Q4 guidance from NUE/STLD expected this week may be weighed down by modestly worse than hoped metal spread compression, though STLD should fare relatively better given product mix. CMC may emerge as best positioned when it reports fiscal 1Q18 given leading exposure to improving rebar spreads. With spot steel prices-margins having recently inflected higher, the outlook for Q1 is improving and any Q4 drag should be a buying opportunity for mini-mills.
Spreads Favour Rebar, Flats & SBQ: Sequential metal spread expansion in 4Q17E was most notable for rebar (+$27/t), followed by HRC (+$22/t) and SBQ (+$22/t). Conversely, spreads contracted on beams (-$62/t), plate (-$38/t) and MBQ (-$25/t). All US steel product prices exhibited downward trends QoQ, sans rebar (+$12/t), most notably OCTG (-$146/t) and beams (-$77/t) while scrap inputs also ceded ground with shred off -$14/t and busheling down -$31/t. Declining flat rolled steel prices, coupled with some contraction of higher value spreads (CRC), is a modest headwind for integrated producers X/MT, to a lesser degree AKS, partially offset by lower scrap costs. On metal spreads, expansion on HRC and SBQ should most benefit STLD followed by NUE during Q4. Rebar spread expansion is most beneficial for CMC, followed by NUE, though both will see offsets from MBQ compression. Beam spread compression is negative for both NUE and STLD, while plate erosion will hit NUE and SSAB. While the October scrap price retreat was initially a key headwind, stable to improved pricing thereafter should likely aid a recovery in recycling margins (CMC, STLD, and NUE).
Southern Markets Gain as Imports Cede Share in 4Q17: Weekly US steel production 4Q QTD into early December is down only -2% sequentially, surpassing normal seasonal weakness and comparatively better last year when the sequential change was -6%; notably, production grew +8% YoY as imports cede share. Regionally QTD, production has been trending lower in the mid-single-digits across the Northeast (-6%), Great Lakes (-4%) and West (-6%), with Southern bucking the trend and moving +3% higher. In October Southern states (ex-TX) exhibited double-digit gains (+11-15%) MoM, being mindful this was post significant September declines (-8-12%), with hurricanes likely having some influence on the trends.
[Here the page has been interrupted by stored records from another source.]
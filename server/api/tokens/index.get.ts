import type { ApiTokenDto } from '#shared/types/tokens'

/** The signed-in user's own API tokens (active, expired and revoked); never the tokens themselves. */
export default defineApiHandler(async (event): Promise<ApiTokenDto[]> => {
  const user = await requireUser(event)
  refuseApiToken(event)
  return (await userApiTokens(useDb(), user.id)).map(toApiTokenDto)
})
Estimated 4Q17 finished steel imports are down -10% QoQ with flats relinquishing most ground and off -14%, with broad-based declines across most other products (ex-plate).
NUE Likely Guides Below Expectations, but Q1 Outlook Improving (Ex 1-2): We expect NUE’s 4Q17 EPS guidance to fall within $0.47-0.70 ($0.60 most probable), which is below our $0.78 est and cons of $0.76. This may also come in below mgmt’s prior expectations for level to slightly lower results QoQ. Metal spread compression QoQ is likely greater than initially anticipated, specifically for plate and select longs (beams, MBQ), and NUE’s unplanned DRI outage (Nov-Dec) is also a probable headwind. Conversely, positive Southern production QoQ may result in better relative volumes.
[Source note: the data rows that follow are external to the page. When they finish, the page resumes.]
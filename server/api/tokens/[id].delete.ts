import { idParamSchema } from '#shared/schemas/study'
import type { ApiTokenDto } from '#shared/types/tokens'

/** Revokes one of the user's own tokens (404 for anyone else's); it fails from the next request on. */
export default defineApiHandler(async (event): Promise<ApiTokenDto> => {
  const user = await requireUser(event)
  refuseApiToken(event)
  const { id } = paramsAs(event, idParamSchema)
  await writeTransaction(async (trx) => {
    const row = await trx('api_tokens').where({ id, user_id: user.id }).forUpdate().first('name', 'prefix', 'revoked_at')
    if (!row) throw notFound()
    if (row.revoked_at) return
    await trx('api_tokens').where({ id }).update({ revoked_at: new Date() })
    await writeAudit({ teamId: user.teamId, actorId: user.id, action: 'api_token_revoked', targetType: 'api_token', targetId: id, detail: { name: row.name, prefix: row.prefix } }, trx)
  })
  return toApiTokenDto(await userApiTokens(useDb(), user.id).where('k.id', id).first())
})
STLD Likely to Hit Expectations (Ex-3-4): We estimate STLD’s 4Q17 EPS guidance will fall within $0.49-0.62 ($0.55 most probable), which brackets our $0.61 est and cons of $0.55. We remain mindful of STLD’s prior $25M QoQ expense associated with planned outages, but beyond that, highlight its more favourable product mix vs. NUE for the quarter (though still impacted by greater than initially expected metal spread compression) and less dominant Southern footprint where production has been positive.
CMC’s Fiscal 1Q18 Has an Opportunity to Beat (Ex 5-6): We estimate CMC’s EPS for fiscal 1Q18 ending in November may fall within $0.10-0.26 ($0.17 most probable), which exceeds our $0.13 est, but brackets cons of $0.20. While most likely bracketing cons, we highlight that robust rebar spread expansion within Europe and a recent recovery in the US presents opportunity for a beat, despite seasonal demand headwinds in both regions and likely continued compression in downstream.